Instructions for the task: All that should be output is the block of lines below from the line with "from chainsim.report.build_line import" to the line with "chain, every = case.scenario.chain, 1", both included, exactly as written.

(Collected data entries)
======

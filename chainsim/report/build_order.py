"""What to order and to make, in one list with quantities."""

from __future__ import annotations

import math
from collections.abc import Iterator

from chainsim.report.build_case import Case
from chainsim.report.build_drive import wanted_torques
from chainsim.report.build_line import CLOSED_ONLY, DRAWN, PRACTICE, SIMULATED, Line, Part
from chainsim.report.build_spares import spare_parts
from chainsim.report.build_takeup import movable_axles, travel_of
from chainsim.report.build_wheels import held_text
from chainsim.units import format_si

BALLS_BESIDE = 2.0
"""Balls on the way round beside those that ride, as a share of these (dimensionless): a track
brings them back; common practice, no source."""


def order_part(case: Case) -> Part:
    """List what to order and to make.

    Parameters
    ----------
    case : Case
        The lift.
    """
    lines = [*_chain_lines(case), *_wheel_lines(case), *_takeup_lines(case), *_drive_lines(case)]
    lines += _ball_lines(case)
    return Part(
        "order",
        "What to order and to make",
        "Quantities with spares; each part is told in full further down. The frame, its fixing, "
        "guards and the track are not part of this sheet.",
        tuple(lines),
    )


def _chain_lines(case: Case) -> Iterator[Line]:
    chain, every = case.scenario.chain, 1
    if case.scenario.carriers is not None:
        every = case.scenario.carriers.every
    n = case.lift.n_links
    yield Line(
        "chain links",
        n + spare_parts(n, every),
        "1",
        DRAWN,
        f"{n} and {spare_parts(n, every)} spare; pitch {1e3 * chain.pitch:g} mm, rollers "
        f"{1e3 * chain.roller_diameter:g} mm, {format_si(chain.link_mass, 'mass')} a link, good "
        f"for {format_si(chain.allowable_tension, 'force')}; with what joins them to a loop",
        digits=6,
    )
    if case.scenario.carriers is not None:
        count = len(case.lift.carrier_links)
        yield Line(
            "carriers",
            count + spare_parts(count),
            "1",
            DRAWN,
            f"{count} and {spare_parts(count)} spare; "
            f"{format_si(case.scenario.carriers.mass, 'mass')} each; to make, see its drawing",
        )


def _wheel_lines(case: Case) -> Iterator[Line]:
    for k, (wheel, part) in enumerate(zip(case.lift.wheels, case.scenario.sprocket, strict=True)):
        bore = f"bore {1e3 * part.axle_diameter:g} mm"
        if wheel.teeth:
            what = f"{wheel.teeth} teeth, pitch circle {2e3 * wheel.radius:.3f} mm, {bore}; to cut"
        else:
            what = f"smooth, {2e3 * (part.roller_radius or 0.0):.2f} mm across, {bore}"
        yield Line(f"sprocket {wheel.name}", 1, "1", DRAWN, what)
        role = "turned by the drive" if k == case.driven else "idles"
        axle = f"{1e3 * part.axle_diameter:g} mm across, {role}; {held_text(part.mount)}"
        yield Line(f"axle with bearings, {wheel.name}", 1, "1", DRAWN, axle)


def _takeup_lines(case: Case) -> Iterator[Line]:
    for k in movable_axles(case):
        mount, name = case.scenario.sprocket[k].mount, case.lift.wheels[k].name
        guides = {
            "hung": "free up and down, kept from turning and from swinging out of the plane"
            if mount.free == "y"
            else "free up, down and sideways, kept from swinging out of the plane",
            "sliding": "on a straight slide",
            "spring": f"on a straight slide with a spring of {mount.rate or 0.0:.4g} N/m",
            "counterweight": "on a straight slide with cord, pulley and counterweight of "
            f"{format_si(mount.weight or 0.0, 'mass')}",
            "arm": "on an arm that swings about its pivot",
        }
        low, high = travel_of(case, k).ends
        yield Line(
            f"take-up, {name}",
            1,
            "1",
            DRAWN,
            f"{guides[mount.kind]}; weighs {format_si(mount.mass, 'mass')} in all, sprocket and "
            f"axle included; travel of at least {1e3 * (high - low):.1f} mm",
        )


def _drive_lines(case: Case) -> Iterator[Line]:
    drive = case.scenario.drive
    rpm = case.rate * 30.0 / math.pi
    if drive.motor is None:
        torques = wanted_torques(case)
        need = f"{rpm:.1f} rev/min under load"
        if torques is not None:
            need += f", {1e3 * torques[0]:.3g} mN m all day, {1e3 * torques[1]:.3g} mN m at stall"
        source = SIMULATED if case.run is not None else CLOSED_ONLY
        yield Line("gearmotor", 1, "1", source, f"{need}; see motor duty")
    else:
        motor = drive.motor
        yield Line(
            "motor with gear",
            1,
            "1",
            DRAWN,
            f"{motor.supply:g} V, {motor.no_load_speed * 30 / math.pi:.4g} rev/min without load, "
            f"{1e3 * motor.stall_torque:.3g} mN m at stall, gear {motor.gear_ratio:g} to 1; "
            f"{rpm:.1f} rev/min at the sprocket",
        )
    if drive.shaft.length is not None and drive.shaft.diameter is not None:
        shaft = drive.shaft
        yield Line(
            "shaft",
            1,
            "1",
            DRAWN,
            f"{1e3 * drive.shaft.length:g} mm long, {1e3 * drive.shaft.diameter:g} mm "
            f"{shaft.material or 'steel'}, {shaft.supports} bearings, 2 couplings",
        )
    extras = (
        (drive.backstop, "backstop", "keeps the driven sprocket from turning back"),
        (drive.overrunning, "overrunning clutch", "passes torque forward only"),
        (drive.polarity == "rectified", "rectifier", "in the motor's supply, for either polarity"),
    )
    for is_there, item, text in extras:
        if is_there:
            yield Line(item, 1, "1", DRAWN, text)


def _ball_lines(case: Case) -> Iterator[Line]:
    balls = case.scenario.balls
    if balls is None:
        return
    aboard = float(case.sized.load.balls.sum()) if case.sized else 1.0
    count = math.ceil((1.0 + BALLS_BESIDE) * aboard)
    note = (
        f"{1e3 * balls.diameter:g} mm {balls.material or ''}, {format_si(balls.mass, 'mass')}; "
        f"{aboard:.1f} ride at a time, twice as many are taken to be on the way round"
    )
    yield Line("balls", count, "1", PRACTICE, note)
    if balls.discharge is not None:
        mouth = f"mouth {1e3 * balls.discharge.mouth:g} mm"
        yield Line("discharge chute", 1, "1", DRAWN, f"{mouth}; its place is told with the balls")
    if balls.feed.kind != "every pocket":
        item = {"set down": "feeder that sets balls down", "chute": "feeding chute"}
        yield Line(item.get(balls.feed.kind, "feeding trough"), 1, "1", DRAWN, "see the balls")
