"""What a build sheet is made from: a scenario alone, or a recording with what its run showed."""

from __future__ import annotations

import math
from collections.abc import Callable
from contextlib import suppress
from dataclasses import dataclass
from typing import Any

import numpy as np

from chainsim.analysis.sized import Sized, size_up
from chainsim.analysis.survey import Survey, survey
from chainsim.errors import ChainsimError, LayoutError
from chainsim.findings import situations
from chainsim.model.lift import Lift, build_lift
from chainsim.model.tangents import route
from chainsim.model.wheels import chain_pitch, down_of, wheels_of
from chainsim.report.text import findings_of
from chainsim.scenario import Scenario
from chainsim.scenario.schema_run import SITUATIONS
from chainsim.study.wear import WearStudy


@dataclass(frozen=True)
class Case:
    """A lift whose build sheet is written.

    Attributes
    ----------
    scenario : Scenario
        What it is.
    lift : Lift
        Its parts and places.
    sized : Sized or None
        Its closed forms; None where the layout has none.
    run : Survey or None
        What its run showed; None for a scenario that was not run.
    findings : tuple of Finding
        Findings of the run, none without one.
    situations_run, situations_not_run : tuple of str
        Situations that were simulated, and those that were not.
    wear : WearStudy or None
        What runs with the chain grown showed; None where there were none.
    """

    scenario: Scenario
    lift: Lift
    sized: Sized | None
    run: Survey | None
    findings: tuple[Any, ...]
    situations_run: tuple[str, ...]
    situations_not_run: tuple[str, ...]
    wear: WearStudy | None = None

    @property
    def closed(self) -> Sized:
        """Its closed forms.

        Raises
        ------
        LayoutError
            If the layout has none; `simulated` and `reckoned` take it for a missing value.
        """
        if self.sized is None:
            raise LayoutError("a loop that hangs on a single sprocket has no closed form")
        return self.sized

    @property
    def is_from_back(self) -> bool:
        """Whether it is drawn and listed as seen from behind."""
        return self.scenario.view == "back"

    @property
    def driven(self) -> int:
        """Index of the driven sprocket (dimensionless)."""
        return self.lift.driven

    @property
    def speed(self) -> float:
        """Mean chain speed [m/s]."""
        return float(self.scenario.drive.chain_speed)

    @property
    def rate(self) -> float:
        """Speed of the driven sprocket that belongs to `speed` [rad/s]."""
        wheel = self.lift.wheels[self.driven]
        return self.speed / self.lift.route.pitch * wheel.seat_step(self.lift.route.pitch)

    @property
    def loop(self) -> float:
        """Length of the new chain [m]."""
        return self.lift.n_links * self.scenario.chain.pitch

    def across(self, x: float) -> float:
        """Return a place across the lift as the sheet lists it: from behind left is right.

        Parameters
        ----------
        x : float
            To the right, seen from the front [m].

        Returns
        -------
        float
            To the right, seen as the sheet's view says [m].
        """
        return -x + 0.0 if self.is_from_back else x

    def extreme(self, name: str) -> float | None:
        """Return an extreme over every inner step of the run.

        Parameters
        ----------
        name : str
            Its name in the recording, such as ``"link_tension"``.

        Returns
        -------
        float or None
            In its unit; None where it was not kept.
        """
        found = self.run.extremes.get(name) if self.run is not None else None
        return float(found.value) if found is not None else None

    def mode(self, kind: str) -> float | None:
        """Return the frequency of a mode of the lift at rest.

        Parameters
        ----------
        kind : str
            Such as ``"take-up tail"``.

        Returns
        -------
        float or None
            The lowest of its kind [Hz]; None where it was not worked out.
        """
        rows = self.run.rec.modes if self.run is not None else ()
        return min((float(row.frequency) for row in rows if row.kind == kind), default=None)

    def simulated(self, measure: Callable[[Survey], Any]) -> Any:
        """Take a measure from the run.

        Parameters
        ----------
        measure : callable
            Takes the survey of the run.

        Returns
        -------
        object
            What it found; None without a run, or where the run keeps too little for it.
        """
        if self.run is None:
            return None
        with suppress(ChainsimError, KeyError, ValueError, IndexError):
            return measure(self.run)
        return None


def case_of(source: Any, wear: WearStudy | None = None) -> Case:
    """Gather what a build sheet is made from.

    Parameters
    ----------
    source : Scenario or Recording
        A lift, or one that was run.
    wear : WearStudy, optional
        What runs with its chain grown showed.

    Returns
    -------
    Case
        All that the parts of the sheet look at.

    Raises
    ------
    LayoutError
        If the layout is impossible.
    """
    is_scenario = isinstance(source, Scenario)
    scenario = source if is_scenario else source.scenario
    lift = build_lift(scenario)
    run = None if is_scenario else survey(source)
    seen = situations(run) if run is not None else None
    return Case(
        scenario=scenario,
        lift=lift,
        sized=_sized(scenario, lift.n_links),
        run=run,
        findings=() if is_scenario else tuple(findings_of(source)),
        situations_run=tuple(seen.run) if seen else (),
        situations_not_run=tuple(seen.not_run) if seen else SITUATIONS,
        wear=wear,
    )


def _sized(scenario: Scenario, n_links: int) -> Sized | None:
    """Closed forms of a lift; None where the layout has none."""
    with suppress(ChainsimError):
        path = route(wheels_of(scenario), chain_pitch(scenario), down_of(scenario))
        if len(path.wheels) > 1:
            return size_up(scenario, path, n_links)
    return None


def steady_mean(s: Survey, name: str, column: int | None = None) -> float:
    """Return the mean of a channel in steady running.

    Parameters
    ----------
    s : Survey
        The run.
    name : str
        Path of the channel.
    column : int or None
        Which column of it (dimensionless); None for a channel with one.

    Returns
    -------
    float
        In the channel's unit; NaN where nothing ran steadily or it was not recorded.
    """
    values = s.channel(name)
    if values is None or not s.steady:
        return math.nan
    values = np.asarray(values, dtype=float)
    chosen = values[s.is_steady] if column is None else values[s.is_steady, column]
    return float(np.nanmean(chosen)) if np.isfinite(chosen).any() else math.nan
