"""The findings as the page shows them: words, gauge, and the mark to jump to."""

from __future__ import annotations

from typing import Any

from chainsim.report.marks import margin_gauge, outcome_bar
from chainsim.report.moments import Mark
from chainsim.report.text import GROUP_TITLES, moment_text, quantity, readable, signed, unit_of


def finding_view(finding: Any, reserve: float, marks: list[Mark]) -> dict:
    """Return everything the page needs to show one finding.

    Parameters
    ----------
    finding : Finding
        The finding.
    reserve : float
        Share of the scale below which an outcome is close [dimensionless].
    marks : list of Mark
        Marks of the playback, to find the one of this finding.
    """
    unit = unit_of(finding.name, finding.unit)
    measured = quantity(finding.value, unit)
    if finding.limit is not None:
        measured += f", limit {quantity(finding.limit, unit)}"
    where = moment_text(finding.time, finding.place or "")
    label = f"{finding.title}: "
    mark = next(
        (k for k, m in enumerate(marks) if m.kind == "worst" and m.label.startswith(label)), None
    )
    has_margin = finding.margin is not None
    return {
        "title": finding.title,
        "outcome": finding.outcome,
        "bar": outcome_bar(finding.outcome),
        "measured": measured if finding.value is not None else "No value.",
        "where": where,
        "note": readable(finding.note or ""),
        "why": finding.why,
        "gauge": margin_gauge(finding.margin, finding.scale, reserve),
        "margin": f"margin {signed(finding.margin, unit)}" if has_margin else "",
        "scale": f"scale {quantity(finding.scale, unit)}" if finding.scale and has_margin else "",
        "mark": mark,
    }


def grouped(findings: list, reserve: float, marks: list[Mark]) -> list[dict]:
    """Return the findings in their groups, in the order in which they stand on paper.

    Parameters
    ----------
    findings : list of Finding
        The findings.
    reserve : float
        Share of the scale below which an outcome is close [dimensionless].
    marks : list of Mark
        Marks of the playback.
    """
    return [
        {
            "name": title,
            "findings": [finding_view(f, reserve, marks) for f in findings if f.group == group],
        }
        for group, title in GROUP_TITLES.items()
        if any(f.group == group for f in findings)
    ]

======

Task result:
from chainsim.report.build_line import CLOSED_ONLY, DRAWN, PRACTICE, SIMULATED, Line, Part
from chainsim.report.build_spares import spare_parts
from chainsim.report.build_takeup import movable_axles, travel_of
from chainsim.report.build_wheels import held_text
from chainsim.units import format_si

BALLS_BESIDE = 2.0
"""Balls on the way round beside those that ride, as a share of these (dimensionless): a track
brings them back; common practice, no source."""


def order_part(case: Case) -> Part:
    """List what to order and to make.

    Parameters
    ----------
    case : Case
        The lift.
    """
    lines = [*_chain_lines(case), *_wheel_lines(case), *_takeup_lines(case), *_drive_lines(case)]
    lines += _ball_lines(case)
    return Part(
        "order",
        "What to order and to make",
        "Quantities with spares; each part is told in full further down. The frame, its fixing, "
        "guards and the track are not part of this sheet.",
        tuple(lines),
    )


def _chain_lines(case: Case) -> Iterator[Line]:
    chain, every = case.scenario.chain, 1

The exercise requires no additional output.